(Record excerpts begins)
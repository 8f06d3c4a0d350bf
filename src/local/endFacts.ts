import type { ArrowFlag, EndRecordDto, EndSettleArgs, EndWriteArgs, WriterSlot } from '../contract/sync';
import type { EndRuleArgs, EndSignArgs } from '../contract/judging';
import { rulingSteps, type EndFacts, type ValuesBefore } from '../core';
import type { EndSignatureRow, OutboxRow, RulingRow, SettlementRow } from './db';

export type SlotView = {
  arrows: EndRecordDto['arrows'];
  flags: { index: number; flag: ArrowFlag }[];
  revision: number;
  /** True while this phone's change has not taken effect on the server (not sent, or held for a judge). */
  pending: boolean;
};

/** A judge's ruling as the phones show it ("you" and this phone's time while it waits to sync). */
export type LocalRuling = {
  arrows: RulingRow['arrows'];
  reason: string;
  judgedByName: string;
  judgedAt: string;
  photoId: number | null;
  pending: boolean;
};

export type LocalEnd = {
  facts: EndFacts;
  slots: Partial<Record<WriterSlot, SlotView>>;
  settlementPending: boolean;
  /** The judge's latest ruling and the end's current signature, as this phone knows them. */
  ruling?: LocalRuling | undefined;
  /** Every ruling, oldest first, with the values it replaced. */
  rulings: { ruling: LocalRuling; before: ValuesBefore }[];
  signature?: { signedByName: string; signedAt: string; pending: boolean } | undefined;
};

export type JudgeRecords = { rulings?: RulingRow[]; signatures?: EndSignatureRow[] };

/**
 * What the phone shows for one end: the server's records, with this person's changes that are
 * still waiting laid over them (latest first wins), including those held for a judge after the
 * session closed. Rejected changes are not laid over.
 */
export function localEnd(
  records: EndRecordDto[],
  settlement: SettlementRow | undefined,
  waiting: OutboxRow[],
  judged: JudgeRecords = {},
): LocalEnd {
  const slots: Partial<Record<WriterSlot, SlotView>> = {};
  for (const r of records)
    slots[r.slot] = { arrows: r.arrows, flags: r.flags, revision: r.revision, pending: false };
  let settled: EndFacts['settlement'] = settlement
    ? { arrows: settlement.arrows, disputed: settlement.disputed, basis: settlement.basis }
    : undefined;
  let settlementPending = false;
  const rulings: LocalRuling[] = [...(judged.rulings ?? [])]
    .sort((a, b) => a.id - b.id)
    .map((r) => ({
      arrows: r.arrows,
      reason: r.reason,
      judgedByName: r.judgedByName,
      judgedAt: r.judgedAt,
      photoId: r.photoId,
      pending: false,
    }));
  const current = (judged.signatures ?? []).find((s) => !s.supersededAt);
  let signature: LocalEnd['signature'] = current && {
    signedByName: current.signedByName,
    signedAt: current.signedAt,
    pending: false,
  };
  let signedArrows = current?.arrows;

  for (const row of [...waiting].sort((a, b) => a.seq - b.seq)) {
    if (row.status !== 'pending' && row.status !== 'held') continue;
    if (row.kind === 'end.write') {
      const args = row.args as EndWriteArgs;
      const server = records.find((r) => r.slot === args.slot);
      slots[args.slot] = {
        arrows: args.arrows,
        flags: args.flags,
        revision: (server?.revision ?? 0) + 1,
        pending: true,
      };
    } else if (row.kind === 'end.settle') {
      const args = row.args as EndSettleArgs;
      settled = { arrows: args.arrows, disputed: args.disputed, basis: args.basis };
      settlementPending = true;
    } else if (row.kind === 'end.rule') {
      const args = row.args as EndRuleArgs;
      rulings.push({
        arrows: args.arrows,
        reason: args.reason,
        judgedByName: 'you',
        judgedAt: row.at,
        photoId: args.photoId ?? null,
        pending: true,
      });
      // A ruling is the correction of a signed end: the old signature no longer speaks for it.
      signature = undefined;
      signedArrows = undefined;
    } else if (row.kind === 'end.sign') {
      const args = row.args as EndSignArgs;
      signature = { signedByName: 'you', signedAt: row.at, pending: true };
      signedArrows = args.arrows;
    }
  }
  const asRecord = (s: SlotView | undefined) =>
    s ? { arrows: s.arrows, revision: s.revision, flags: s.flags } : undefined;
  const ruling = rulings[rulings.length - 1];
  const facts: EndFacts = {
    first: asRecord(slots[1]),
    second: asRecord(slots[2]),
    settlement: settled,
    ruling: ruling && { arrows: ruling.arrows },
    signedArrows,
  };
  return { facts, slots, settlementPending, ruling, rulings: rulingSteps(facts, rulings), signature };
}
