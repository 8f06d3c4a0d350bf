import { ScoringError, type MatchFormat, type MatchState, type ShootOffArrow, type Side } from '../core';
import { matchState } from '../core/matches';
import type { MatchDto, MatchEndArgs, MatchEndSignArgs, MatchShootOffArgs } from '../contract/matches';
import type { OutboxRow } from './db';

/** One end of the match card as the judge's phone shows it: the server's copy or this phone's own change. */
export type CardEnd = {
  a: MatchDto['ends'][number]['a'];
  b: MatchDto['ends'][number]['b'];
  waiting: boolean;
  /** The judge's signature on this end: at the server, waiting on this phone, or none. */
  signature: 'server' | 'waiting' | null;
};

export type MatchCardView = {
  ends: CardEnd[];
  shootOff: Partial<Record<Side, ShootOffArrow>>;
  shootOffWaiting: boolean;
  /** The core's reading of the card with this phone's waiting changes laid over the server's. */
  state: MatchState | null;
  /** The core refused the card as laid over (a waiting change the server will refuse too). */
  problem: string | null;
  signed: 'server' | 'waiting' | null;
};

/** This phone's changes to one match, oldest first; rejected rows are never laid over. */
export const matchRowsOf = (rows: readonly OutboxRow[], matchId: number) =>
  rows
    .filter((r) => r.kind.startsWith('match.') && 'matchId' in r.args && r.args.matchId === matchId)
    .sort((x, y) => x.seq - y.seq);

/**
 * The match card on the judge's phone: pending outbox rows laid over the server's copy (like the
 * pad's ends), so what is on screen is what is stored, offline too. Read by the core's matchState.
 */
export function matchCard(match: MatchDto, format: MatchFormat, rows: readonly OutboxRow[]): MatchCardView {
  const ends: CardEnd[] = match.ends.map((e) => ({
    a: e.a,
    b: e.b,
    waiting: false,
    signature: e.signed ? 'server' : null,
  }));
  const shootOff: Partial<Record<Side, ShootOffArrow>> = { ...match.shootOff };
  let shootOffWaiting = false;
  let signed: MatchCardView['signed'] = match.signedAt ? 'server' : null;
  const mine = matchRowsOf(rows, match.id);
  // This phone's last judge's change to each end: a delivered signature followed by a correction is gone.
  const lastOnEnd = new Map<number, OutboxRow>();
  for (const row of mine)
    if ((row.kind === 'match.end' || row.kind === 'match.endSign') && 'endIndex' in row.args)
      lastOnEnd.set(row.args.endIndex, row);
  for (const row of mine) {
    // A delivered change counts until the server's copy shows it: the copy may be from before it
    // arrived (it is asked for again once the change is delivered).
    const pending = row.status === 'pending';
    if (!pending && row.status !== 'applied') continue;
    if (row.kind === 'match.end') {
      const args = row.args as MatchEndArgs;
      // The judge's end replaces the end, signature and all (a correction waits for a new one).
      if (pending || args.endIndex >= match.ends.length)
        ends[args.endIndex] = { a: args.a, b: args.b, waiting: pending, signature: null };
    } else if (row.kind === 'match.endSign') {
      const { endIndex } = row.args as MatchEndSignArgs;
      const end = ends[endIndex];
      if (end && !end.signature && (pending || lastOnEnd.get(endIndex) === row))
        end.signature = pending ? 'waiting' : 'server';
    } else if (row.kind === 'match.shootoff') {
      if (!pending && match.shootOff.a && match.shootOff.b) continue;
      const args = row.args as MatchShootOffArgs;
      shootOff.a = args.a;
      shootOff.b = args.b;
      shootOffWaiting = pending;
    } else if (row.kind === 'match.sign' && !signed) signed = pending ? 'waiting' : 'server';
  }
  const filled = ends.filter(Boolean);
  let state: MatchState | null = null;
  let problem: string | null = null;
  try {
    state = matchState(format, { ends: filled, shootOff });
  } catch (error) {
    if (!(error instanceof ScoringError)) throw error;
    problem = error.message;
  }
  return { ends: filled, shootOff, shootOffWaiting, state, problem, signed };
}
(Record excerpts ends)
[Task statement] The answer consists of every line above in which the word "MatchEndSignArgs" occurs.

[Answer to this problem]
import type { MatchDto, MatchEndArgs, MatchEndSignArgs, MatchShootOffArgs } from '../contract/matches';
      const { endIndex } = row.args as MatchEndSignArgs;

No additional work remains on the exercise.